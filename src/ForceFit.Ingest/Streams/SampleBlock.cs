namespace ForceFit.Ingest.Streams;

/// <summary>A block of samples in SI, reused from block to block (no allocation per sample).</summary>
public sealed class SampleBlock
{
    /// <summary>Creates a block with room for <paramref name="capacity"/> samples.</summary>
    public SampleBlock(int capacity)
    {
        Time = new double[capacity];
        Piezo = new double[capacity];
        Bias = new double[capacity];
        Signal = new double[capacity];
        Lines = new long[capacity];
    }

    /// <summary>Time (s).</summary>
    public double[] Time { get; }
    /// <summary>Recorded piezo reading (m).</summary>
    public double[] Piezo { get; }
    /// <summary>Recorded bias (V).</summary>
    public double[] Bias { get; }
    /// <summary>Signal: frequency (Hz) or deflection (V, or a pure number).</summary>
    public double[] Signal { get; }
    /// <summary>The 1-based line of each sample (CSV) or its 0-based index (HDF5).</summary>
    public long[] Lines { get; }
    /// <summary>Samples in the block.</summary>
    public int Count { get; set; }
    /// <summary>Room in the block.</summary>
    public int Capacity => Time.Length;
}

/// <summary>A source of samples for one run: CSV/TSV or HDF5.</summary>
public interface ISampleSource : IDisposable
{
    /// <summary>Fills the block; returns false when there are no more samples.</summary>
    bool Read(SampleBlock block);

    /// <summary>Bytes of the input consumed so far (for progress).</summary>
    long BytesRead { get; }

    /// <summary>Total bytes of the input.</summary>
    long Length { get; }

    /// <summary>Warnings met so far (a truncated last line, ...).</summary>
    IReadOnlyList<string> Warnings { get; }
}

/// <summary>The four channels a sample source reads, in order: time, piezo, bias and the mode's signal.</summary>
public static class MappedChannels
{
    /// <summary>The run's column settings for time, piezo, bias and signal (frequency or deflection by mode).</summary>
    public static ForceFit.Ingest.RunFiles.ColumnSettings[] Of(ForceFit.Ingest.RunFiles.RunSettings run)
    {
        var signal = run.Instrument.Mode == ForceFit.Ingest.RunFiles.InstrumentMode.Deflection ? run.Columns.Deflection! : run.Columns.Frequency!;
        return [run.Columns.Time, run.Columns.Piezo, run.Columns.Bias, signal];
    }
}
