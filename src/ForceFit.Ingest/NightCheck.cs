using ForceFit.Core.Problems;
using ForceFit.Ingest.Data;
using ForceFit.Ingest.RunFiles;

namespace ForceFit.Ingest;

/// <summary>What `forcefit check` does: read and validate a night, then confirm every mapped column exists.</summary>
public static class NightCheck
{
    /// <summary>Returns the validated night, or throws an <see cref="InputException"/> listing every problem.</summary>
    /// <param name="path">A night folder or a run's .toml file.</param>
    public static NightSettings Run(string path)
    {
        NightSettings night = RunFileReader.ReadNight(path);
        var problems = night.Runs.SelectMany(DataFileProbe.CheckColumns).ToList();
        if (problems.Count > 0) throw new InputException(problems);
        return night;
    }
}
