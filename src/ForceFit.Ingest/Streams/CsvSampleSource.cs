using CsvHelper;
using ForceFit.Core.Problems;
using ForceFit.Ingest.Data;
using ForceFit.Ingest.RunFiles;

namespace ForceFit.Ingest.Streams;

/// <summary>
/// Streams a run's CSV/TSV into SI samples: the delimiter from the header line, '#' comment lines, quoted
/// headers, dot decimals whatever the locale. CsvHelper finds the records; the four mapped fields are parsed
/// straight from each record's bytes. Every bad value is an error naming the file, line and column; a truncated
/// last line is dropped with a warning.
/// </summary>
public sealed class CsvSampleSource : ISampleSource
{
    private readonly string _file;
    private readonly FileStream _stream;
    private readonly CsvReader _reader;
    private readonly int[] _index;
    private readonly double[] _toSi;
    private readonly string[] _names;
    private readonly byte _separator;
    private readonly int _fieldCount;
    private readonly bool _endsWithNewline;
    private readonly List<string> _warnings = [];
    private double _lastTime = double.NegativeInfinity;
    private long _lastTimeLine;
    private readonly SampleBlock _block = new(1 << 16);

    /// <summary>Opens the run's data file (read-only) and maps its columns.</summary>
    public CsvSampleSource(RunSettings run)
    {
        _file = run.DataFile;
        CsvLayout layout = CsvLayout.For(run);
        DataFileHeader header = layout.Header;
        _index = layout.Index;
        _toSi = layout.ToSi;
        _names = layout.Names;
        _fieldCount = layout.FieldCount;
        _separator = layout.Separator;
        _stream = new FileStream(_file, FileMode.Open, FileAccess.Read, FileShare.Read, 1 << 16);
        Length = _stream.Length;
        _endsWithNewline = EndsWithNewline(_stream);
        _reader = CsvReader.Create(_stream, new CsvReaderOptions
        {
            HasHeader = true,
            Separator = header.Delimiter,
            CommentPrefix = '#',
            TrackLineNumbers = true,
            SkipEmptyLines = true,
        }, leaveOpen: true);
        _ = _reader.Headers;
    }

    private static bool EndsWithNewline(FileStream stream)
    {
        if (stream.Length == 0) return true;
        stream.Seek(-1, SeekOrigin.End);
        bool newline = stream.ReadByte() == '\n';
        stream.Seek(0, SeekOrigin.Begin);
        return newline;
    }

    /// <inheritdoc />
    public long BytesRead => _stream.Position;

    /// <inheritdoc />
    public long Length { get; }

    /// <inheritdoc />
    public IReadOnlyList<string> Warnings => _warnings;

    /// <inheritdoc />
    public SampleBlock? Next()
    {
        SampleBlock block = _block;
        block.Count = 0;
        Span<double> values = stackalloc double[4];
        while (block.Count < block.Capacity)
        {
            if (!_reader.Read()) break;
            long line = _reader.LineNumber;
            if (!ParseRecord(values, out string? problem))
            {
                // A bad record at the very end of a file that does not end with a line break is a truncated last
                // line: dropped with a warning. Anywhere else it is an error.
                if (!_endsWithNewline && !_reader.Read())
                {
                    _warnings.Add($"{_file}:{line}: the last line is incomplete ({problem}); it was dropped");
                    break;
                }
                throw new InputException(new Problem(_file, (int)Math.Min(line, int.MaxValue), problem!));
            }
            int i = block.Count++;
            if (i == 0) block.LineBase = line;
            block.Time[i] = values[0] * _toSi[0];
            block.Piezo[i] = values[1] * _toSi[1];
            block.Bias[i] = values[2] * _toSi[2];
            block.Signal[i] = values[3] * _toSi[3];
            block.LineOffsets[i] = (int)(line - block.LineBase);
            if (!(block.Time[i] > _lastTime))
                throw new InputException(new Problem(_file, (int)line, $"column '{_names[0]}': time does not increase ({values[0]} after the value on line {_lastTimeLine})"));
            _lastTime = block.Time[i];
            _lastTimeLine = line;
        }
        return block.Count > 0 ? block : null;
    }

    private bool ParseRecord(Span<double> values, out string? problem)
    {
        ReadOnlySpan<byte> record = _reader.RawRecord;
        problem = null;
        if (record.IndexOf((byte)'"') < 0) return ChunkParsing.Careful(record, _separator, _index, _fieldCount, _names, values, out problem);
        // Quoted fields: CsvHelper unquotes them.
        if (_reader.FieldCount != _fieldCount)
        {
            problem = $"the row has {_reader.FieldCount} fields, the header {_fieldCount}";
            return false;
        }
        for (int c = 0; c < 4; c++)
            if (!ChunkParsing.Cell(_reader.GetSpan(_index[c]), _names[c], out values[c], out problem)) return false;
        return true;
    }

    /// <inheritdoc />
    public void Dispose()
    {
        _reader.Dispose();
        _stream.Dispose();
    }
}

• What you will do: The expected result is a copy of each line in the records where "from" appears.

• Result of the task:
/// <summary>A block of samples in SI, reused from block to block (no allocation per sample).</summary>
/// Streams a run's CSV/TSV into SI samples: the delimiter from the header line, '#' comment lines, quoted
/// straight from each record's bytes. Every bad value is an error naming the file, line and column; a truncated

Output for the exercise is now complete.